DeepEX can design excavations braced with steel struts and rakers. User can define multiple strut levels, as well as the strut and waler sections. The 3D Frame analysis module of DeepEX can be used to simulate the full shaft with all bracing for each support level. Figure: Braced excavation in DeepEX – Design Section A braced excavation can be created either by using the DeepEX Model Wizard, or manually in the model area with the tools included in the General tab of DeepEX. If you create the model manually(model is manually created), then you have to include the following stages(the following stages need to be included): 1. Initial Stage: Define wall section properties, soil properties and stratigraphy. No excavation should be performed in the initial stage. 2. Excavation Stage: Excavate between the two walls to an elevation below the desired strut installation level. (Repeat for each support level) 3. Support Installation Stage: Draw a strut support, connecting the two walls. You can define the exact strut elevation on the wall, the exact spacing between the strut and the strut section properties. (Repeat for each support level) 4. Final Excavation Stage: In this stage you should excavate to the desired final excavation elevation.

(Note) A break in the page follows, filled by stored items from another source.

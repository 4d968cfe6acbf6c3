package dev.twofold.service;

import static org.junit.jupiter.api.Assertions.assertEquals;
import static org.junit.jupiter.api.Assertions.assertTrue;

import dev.twofold.db.TwofoldException;
import dev.twofold.db.connect.Database;
import dev.twofold.db.registry.ModelRegistry;
import dev.twofold.db.testing.TestDatabases;
import dev.twofold.service.testing.KitchenDatabase;
import dev.twofold.service.testing.TwoTastes;
import java.io.PrintWriter;
import java.io.StringWriter;
import java.nio.file.Path;
import org.junit.jupiter.api.AfterAll;
import org.junit.jupiter.api.BeforeAll;
import org.junit.jupiter.api.Test;
import org.junit.jupiter.api.io.TempDir;
import picocli.CommandLine;

class ModelsCommandTest {

    @TempDir
    static Path dir;
    private static Database db;
    private static long first;

    @BeforeAll
    static void publish() {
        db = TestDatabases.fresh();
        KitchenDatabase.importRatings(db, dir);
        first = KitchenDatabase.publishModel(db);
    }

    @AfterAll
    static void close() {
        db.close();
    }

    /** Runs {@code twofold models ARGS} as the launcher does (failures map to their exit codes); returns code, out, err. */
    private static String[] run(String... args) {
        CommandLine cli = new CommandLine(new ModelsCommand(TestDatabases.environment(db)));
        cli.setExecutionExceptionHandler((e, cmd, parsed) -> {
            cmd.getErr().println(e.getMessage());
            return e instanceof TwofoldException t ? t.exitCode() : 1;
        });
        StringWriter out = new StringWriter();
        StringWriter err = new StringWriter();
        cli.setOut(new PrintWriter(out));
        cli.setErr(new PrintWriter(err));
        int code = cli.execute(args);
        return new String[] {Integer.toString(code), out.toString(), err.toString()};
    }

    @Test
    void promote_and_rollback_move_the_active_pointer_and_list_shows_it() {
        long second = TwoTastes.copyActiveAsCandidate(db);
        String[] promoted = run("promote", Long.toString(second));
        assertEquals("0", promoted[0], promoted[2]);
        assertTrue(promoted[1].contains("model " + second + " is active") && promoted[1].contains("model " + first),
                promoted[1]);
        assertEquals(second, new ModelRegistry(db).active().orElseThrow().id());

        String[] listed = run("list");
        assertEquals("0", listed[0], listed[2]);
        String[] lines = listed[1].split("\n");
        assertTrue(lines[0].contains("status") && lines[0].contains("RMSE"), lines[0]);
        assertTrue(lines[1].trim().startsWith(second + "  active"), lines[1]);
        assertTrue(lines[2].trim().startsWith(first + "  retired"), lines[2]);

        String[] rolled = run("rollback");
        assertEquals("0", rolled[0], rolled[2]);
        assertTrue(rolled[1].contains("model " + first + " is active again"), rolled[1]);
        assertEquals(first, new ModelRegistry(db).active().orElseThrow().id());

        String[] shown = run("show", Long.toString(first));
        assertEquals("0", shown[0], shown[2]);
        assertTrue(shown[1].startsWith("model " + first + ": active"), shown[1]);
    }

    @Test
    void an_unknown_version_or_a_missing_subcommand_is_refused_with_the_contract_exit_codes() {
        String[] unknown = run("promote", "999999");
        assertEquals(Integer.toString(TwofoldException.EXIT_DATA_ERROR), unknown[0]);
        assertTrue(unknown[2].contains("999999"), unknown[2]);
        assertEquals(Integer.toString(TwofoldException.EXIT_DATA_ERROR), run("show", "999999")[0]);
        assertEquals(Integer.toString(TwofoldException.EXIT_USAGE), run()[0]);
        assertEquals(Integer.toString(TwofoldException.EXIT_USAGE), run("promote", "seven")[0]);
    }
}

DeepEX can be used for the design and analysis of top-down excavation systems, braced with concrete slabs. Basement and intermediate floor slabs can be added as supports and they can be designed with DeepEX. Figure: Top-down excavation with concrete slabs in DeepEX A top-down excavation can be created either by using the DeepEX Model Wizard , or manually in the model area with the tools included in the General tab of DeepEX. If model is manually created, then the following stages need to be included: 1. Initial Stage: Define wall section properties, soil properties and stratigraphy. No excavation should be performed in the initial stage. 2. Excavation Stage: Excavate between the two walls to an elevation below the desired slab installation level. (Repeat for each support level) 3. Support Installation Stage: Draw a slab support, connecting the two walls. You can define the exact slab elevation on the wall and the slab section properties. (Repeat for each support level) 4. Final Excavation Stage: In this stage you should excavate to the desired final excavation elevation.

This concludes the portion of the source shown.